const moistureTyped = {
  condensateGain_ml: '112.5',
  silicaGelGain_g: '9.8',
  meterVolume_ft3: '36.42',
  meterFactorY: '1.998', // a slip of the finger; corrected below
  barometric_inHg: '29.62',
  orificePressure_inH2O: '1.45',
  meterTemp_F: '84',
  stackTemp_F: '285',
  absoluteStackPressure_inHg: '29.5',
};
const deltaP = [0.42, 0.51, 0.58, 0.62, 0.6, 0.55, 0.44, 0.52, 0.59, 0.63, 0.61, 0.53];

describe('journey: a crew member reduces a run through the chained calculators', () => {
  // Four calculators, each checked against the API, on a shared and often busy machine: allow time.
  it('moisture → stack flow → isokinetic → particulate, with the API’s numbers on screen at every step', { timeout: 300_000 }, async () => {
    const { page, context, problems } = await openPage(browser, DESKTOP);
    await signIn(page);

    // The index groups the calculations by competency area, with the caution and the saved runs.
    await page.goto(`${server.url}/calculators`);
    await page.getByTestId('calculator-card-moisture').waitFor(WAIT);
    expect(await page.locator('[data-testid^="calculator-card-"]').count()).toBe(listing.length);
    for (const area of ['flow-moisture', 'particulate', 'gas-analysis', 'monitor-audits', 'emission-rates', 'ambient-conversions']) {
      expect(await page.locator(`[data-area="${area}"]`).count(), area).toBe(1);
    }
    expect(await page.getByTestId('safety-caution').textContent()).toMatch(/heights, hot surfaces.*oxygen-deficient/);
    await page.getByText('No saved runs yet').waitFor(WAIT);
    await expectAccessible(page, 'calculator index');
    await screenshot(page, 'calculators-index-desktop');

    // 1. Moisture. A bad value: the server's message beside the field, and nothing typed is lost.
    await page.getByTestId('calculator-card-moisture').getByRole('link').click();
    await page.getByTestId('calculate').waitFor(WAIT);
    // The caution can paint a frame after the form's button; give it the same wait before checking.
    await page.getByTestId('safety-caution').waitFor({ ...WAIT, state: 'visible' }).catch(() => undefined);
    expect(await page.getByTestId('safety-caution').isVisible()).toBe(true);
    await fillFields(page, 'moisture', moistureTyped);
    const refused = await calculate(page, 'moisture');
    expect(refused.status).toBe(400);
    const serverProblem = (refused.json as unknown as { error: { fields: { field: string; message: string }[] } }).error.fields.find(
      (f) => f.field === 'inputs.meterFactorY',
    );
    expect(serverProblem, 'the server names the bad field').toBeDefined();
    const beside = page.getByTestId('error-meterFactorY');
    await beside.waitFor(WAIT);
    const predicate = serverProblem!.message.replace(/^meterFactorY /, '');
    expect((await beside.textContent())!.trim().toLowerCase()).toBe(predicate.toLowerCase());
    expect(await page.getByTestId('problem-summary').textContent()).toContain(serverProblem!.message);
    for (const [input, value] of Object.entries(moistureTyped)) {
      expect(await field(page, 'moisture', input).inputValue(), `${input} kept as typed`).toBe(value);
    }
    await screenshot(page, 'calculators-moisture-refused-desktop');

    await field(page, 'moisture', 'meterFactorY').fill('0.998');
    const moisture = await calculate(page, 'moisture');
    expect(moisture.status).toBe(200);
    expect(moisture.sent).toEqual({
      condensateGain_ml: 112.5,
      silicaGelGain_g: 9.8,
      meterVolume_ft3: 36.42,
      meterFactorY: 0.998,
      barometric_inHg: 29.62,
      orificePressure_inH2O: 1.45,
      meterTemp_F: 84,
      stackTemp_F: 285,
      absoluteStackPressure_inHg: 29.5,
    });
    await expectScreenMatches(page, moisture.json);
    await expectApiAgrees('moisture', moisture.sent, moisture.json);
    expect(await page.getByTestId('results-disclaimer').textContent()).toMatch(/do not replace the method text, agency\s+requirements, accreditation or licensed professional judgement/);

    // Copy puts the full-precision results on the clipboard as tab-separated text.
    await context.grantPermissions(['clipboard-read', 'clipboard-write'], { origin: server.url });
    await page.getByTestId('copy-results').click();
    const copied = await page.evaluate(() => navigator.clipboard.readText());
    expect(copied).toContain(`\t${moisture.json.results.moistureFraction}\t`);
    await screenshot(page, 'calculators-moisture-results-desktop');

    // 2. Stack flow, opened from the moisture result: Bws (and the inputs they share) carried over.
    await page.getByTestId('use-in-stack-flow').click();
    await page.getByTestId('calculator-title').filter({ hasText: 'Stack gas velocity' }).waitFor(WAIT);
    expect(await field(page, 'stack-flow', 'moistureFraction').inputValue()).toBe(String(moisture.json.results.moistureFractionToUse));
    expect(await page.getByTestId('carried-moistureFraction').textContent()).toMatch(/from Moisture content/);
    expect(await field(page, 'stack-flow', 'barometric_inHg').inputValue()).toBe('29.62');
    expect(await field(page, 'stack-flow', 'stackTemp_F').inputValue()).toBe('285');

    // A column pasted from a spreadsheet, with one reading mistyped (letter O for zero).
    const withTypo = deltaP.map((v, i) => (i === 1 ? 'O.51' : String(v)));
    await paste(page, context, field(page, 'stack-flow', 'deltaP_inH2O'), `${withTypo.join('\r\n')}\r\n`);
    expect(await page.getByTestId('count-deltaP_inH2O').textContent()).toMatch(/11 values read[\s\S]*Entry 2, “O\.51”, is not a number/);
    await fillFields(page, 'stack-flow', { staticPressure_inH2O: '-0.62', dryMolecularWeight: '30.2', stackDiameter_in: '48' });
    const flowRefused = await calculate(page, 'stack-flow');
    expect(flowRefused.status).toBe(400);
    const listProblem = (flowRefused.json as unknown as { error: { fields: { field: string; message: string }[] } }).error.fields.find(
      (f) => f.field === 'inputs.deltaP_inH2O.1',
    );
    expect(listProblem).toBeDefined();
    await page.getByTestId('error-deltaP_inH2O').waitFor(WAIT);
    expect((await page.getByTestId('error-deltaP_inH2O').textContent())!.trim()).toBe(
      `Entry 2 ${listProblem!.message.replace(/^deltaP_inH2O\.1 /, '')}`,
    );
    expect(await field(page, 'stack-flow', 'deltaP_inH2O').inputValue()).toContain('O.51');
    expect(await field(page, 'stack-flow', 'dryMolecularWeight').inputValue()).toBe('30.2');

    await paste(page, context, field(page, 'stack-flow', 'deltaP_inH2O'), deltaP.join('\n'));
    expect(await page.getByTestId('count-deltaP_inH2O').textContent()).toMatch(/12 values read/);
    const flow = await calculate(page, 'stack-flow');
    expect(flow.status).toBe(200);
    expect(flow.sent).toEqual({
      deltaP_inH2O: deltaP,
      stackTemp_F: 285,
      barometric_inHg: 29.62,
      staticPressure_inH2O: -0.62,
      pitotCoefficient: 0.84,
      dryMolecularWeight: 30.2,
      moistureFraction: moisture.json.results.moistureFractionToUse,
      stackDiameter_in: 48,
    });
    await expectScreenMatches(page, flow.json);
    await expectApiAgrees('stack-flow', flow.sent, flow.json);
    await screenshot(page, 'calculators-stack-flow-results-desktop');

    // 3. Isokinetic: velocity and pressure from stack flow, Vm(std) from moisture, nothing retyped.
    await page.getByTestId('use-in-isokinetic').click();
    await page.getByTestId('calculator-title').filter({ hasText: 'Isokinetic' }).waitFor(WAIT);
    expect(await field(page, 'isokinetic', 'velocity_fps').inputValue()).toBe(String(flow.json.results.velocity_fps));
    expect(await field(page, 'isokinetic', 'absoluteStackPressure_inHg').inputValue()).toBe(String(flow.json.results.absoluteStackPressure_inHg));
    expect(await page.getByTestId('carried-velocity_fps').textContent()).toMatch(/from Stack gas velocity/);
    expect(await page.getByTestId('carried-meterVolumeStd_dscf').textContent()).toMatch(/from Moisture content/);
    await fillFields(page, 'isokinetic', { nozzleDiameter_in: '0.25', sampleTime_min: '60' });
    const iso = await calculate(page, 'isokinetic');
    expect(iso.status).toBe(200);
    expect(iso.sent).toEqual({
      stackTemp_F: 285,
      meterVolumeStd_dscf: moisture.json.results.meterVolumeStd_dscf,
      absoluteStackPressure_inHg: flow.json.results.absoluteStackPressure_inHg,
      velocity_fps: flow.json.results.velocity_fps,
      nozzleDiameter_in: 0.25,
      sampleTime_min: 60,
      moistureFraction: moisture.json.results.moistureFractionToUse,
    });
    await expectScreenMatches(page, iso.json);
    await expectApiAgrees('isokinetic', iso.sent, iso.json);

    // 4. Particulate: Vm(std) and the dry standard flow carried; only the catch is typed.
    await page.getByTestId('use-in-particulate').click();
    await page.getByTestId('calculator-title').filter({ hasText: 'Particulate' }).waitFor(WAIT);
    await fillFields(page, 'particulate', { filterCatch_mg: '18.7' });
    const dust = await calculate(page, 'particulate');
    expect(dust.status).toBe(200);
    expect(dust.sent).toEqual({
      filterCatch_mg: 18.7,
      meterVolumeStd_dscf: moisture.json.results.meterVolumeStd_dscf,
      dryStdFlow_dscfh: flow.json.results.dryStdFlow_dscfh,
    });
    await expectScreenMatches(page, dust.json);
    await expectApiAgrees('particulate', dust.sent, dust.json);
    await expectAccessible(page, 'particulate calculator with results');
    await screenshot(page, 'calculators-particulate-results-desktop');

    expect(problems.filter((p) => !/status of 400/.test(p)), 'console errors or CSP violations').toEqual([]);
    await context.close();
  });

  it('saves a run with a name, lists it, reopens it as saved and deletes it', { timeout: 240_000 }, async () => {
    const { page, context, problems } = await openPage(browser, DESKTOP);
    await signIn(page);
    await page.goto(`${server.url}/calculators/particulate`);
    await page.getByTestId('calculate').waitFor(WAIT);
    await fillFields(page, 'particulate', { filterCatch_mg: '18.7', meterVolumeStd_dscf: '35.04', dryStdFlow_dscfh: '1360825' });
    const dust = await calculate(page, 'particulate');
    expect(dust.status).toBe(200);
    await expectScreenMatches(page, dust.json);

    await page.getByLabel('Name this run').fill('Kiln 2, run 1');
    await page.getByTestId('save-run').click();
    await page.getByTestId('saved-confirmation').waitFor(WAIT);
    await page.goto(`${server.url}/calculators#saved-runs`);
    const row = page.getByTestId('saved-runs').locator('tbody tr', { hasText: 'Kiln 2, run 1' });
    await row.waitFor(WAIT);
    expect(await row.textContent()).toMatch(/Particulate concentration/);
    await row.getByRole('link', { name: 'Reopen' }).click();
    await page.getByTestId('results-saved-run').waitFor(WAIT);
    expect(await field(page, 'particulate', 'filterCatch_mg').inputValue()).toBe('18.7');
    const reopened = page.getByTestId('result-concentration_grPerDscf').locator('[data-value]');
    expect(await reopened.getAttribute('data-value')).toBe(String(dust.json.results.concentration_grPerDscf));
    const again = page.waitForResponse((r) => r.url().endsWith('/api/calculations/particulate'), WAIT);
    await page.getByRole('button', { name: 'Calculate again for the worked steps' }).click();
    expect((await (await again).json()).results).toEqual(dust.json.results);
    await page.locator('[data-step]').first().waitFor(WAIT);
    await expectScreenMatches(page, dust.json);
    await page.goto(`${server.url}/calculators#saved-runs`);
    await row.waitFor(WAIT);
    await row.getByTestId('delete-run').click();
    await row.getByTestId('confirm-delete').click();
    await page.getByText('No saved runs yet').waitFor(WAIT);
    expect((await agent.get('/api/calculation-runs').expect(200)).body.total).toBe(0);

    expect(problems, 'console errors or CSP violations').toEqual([]);
    await context.close();
  });

  it('fits a 360 px phone: forms stack, tables scroll inside their box', { timeout: 240_000 }, async () => {
    const { page, context, problems } = await openPage(browser, PHONE);
    await signIn(page);
    await page.goto(`${server.url}/calculators`);
    await page.getByTestId('calculator-card-stack-flow').waitFor(WAIT);
    await screenshot(page, 'calculators-index-phone');

    await page.goto(`${server.url}/calculators/stack-flow`);
    await page.getByTestId('calculate').waitFor(WAIT);
    await fillFields(page, 'stack-flow', {
      deltaP_inH2O: deltaP.join('\t'),
      stackTemp_F: '285',
      barometric_inHg: '29.62',
      staticPressure_inH2O: '-0.62',
      dryMolecularWeight: '30.2',
      moistureFraction: '0.11',
      stackDiameter_in: '48',
    });
    const flow = await calculate(page, 'stack-flow');
    expect(flow.status).toBe(200);
    await expectScreenMatches(page, flow.json);
    const overflow = () => page.evaluate(() => document.documentElement.scrollWidth - window.innerWidth);
    expect(await overflow(), 'no sideways scrolling of the whole page').toBeLessThanOrEqual(0);
    await screenshot(page, 'calculators-stack-flow-phone');
    await expectAccessible(page, 'stack flow calculator on a phone');

    // The saved-runs table is wider than a phone: it scrolls inside its own box, not the page.
    await page.getByTestId('save-run').click();
    await page.getByTestId('saved-confirmation').waitFor(WAIT);
    await page.goto(`${server.url}/calculators#saved-runs`);
    const row = page.getByTestId('saved-runs').locator('tbody tr').first();
    await row.waitFor(WAIT);
    expect(await overflow(), 'the index with a saved run does not scroll sideways').toBeLessThanOrEqual(0);
    const box = page.getByTestId('saved-runs').getByRole('region');
    expect(await box.evaluate((el) => el.scrollWidth > el.clientWidth), 'the table scrolls inside its box').toBe(true);
    await screenshot(page, 'calculators-saved-runs-phone');
    await row.getByTestId('delete-run').click();
    await row.getByTestId('confirm-delete').click();
    await page.getByText('No saved runs yet').waitFor(WAIT);
    expect(problems, 'console errors or CSP violations').toEqual([]);
    await context.close();
  });
});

---

» BRIEF:
Determine how many lines of the material above contain "link", and give that number with no other words.

» WRITTEN SOLUTION:
2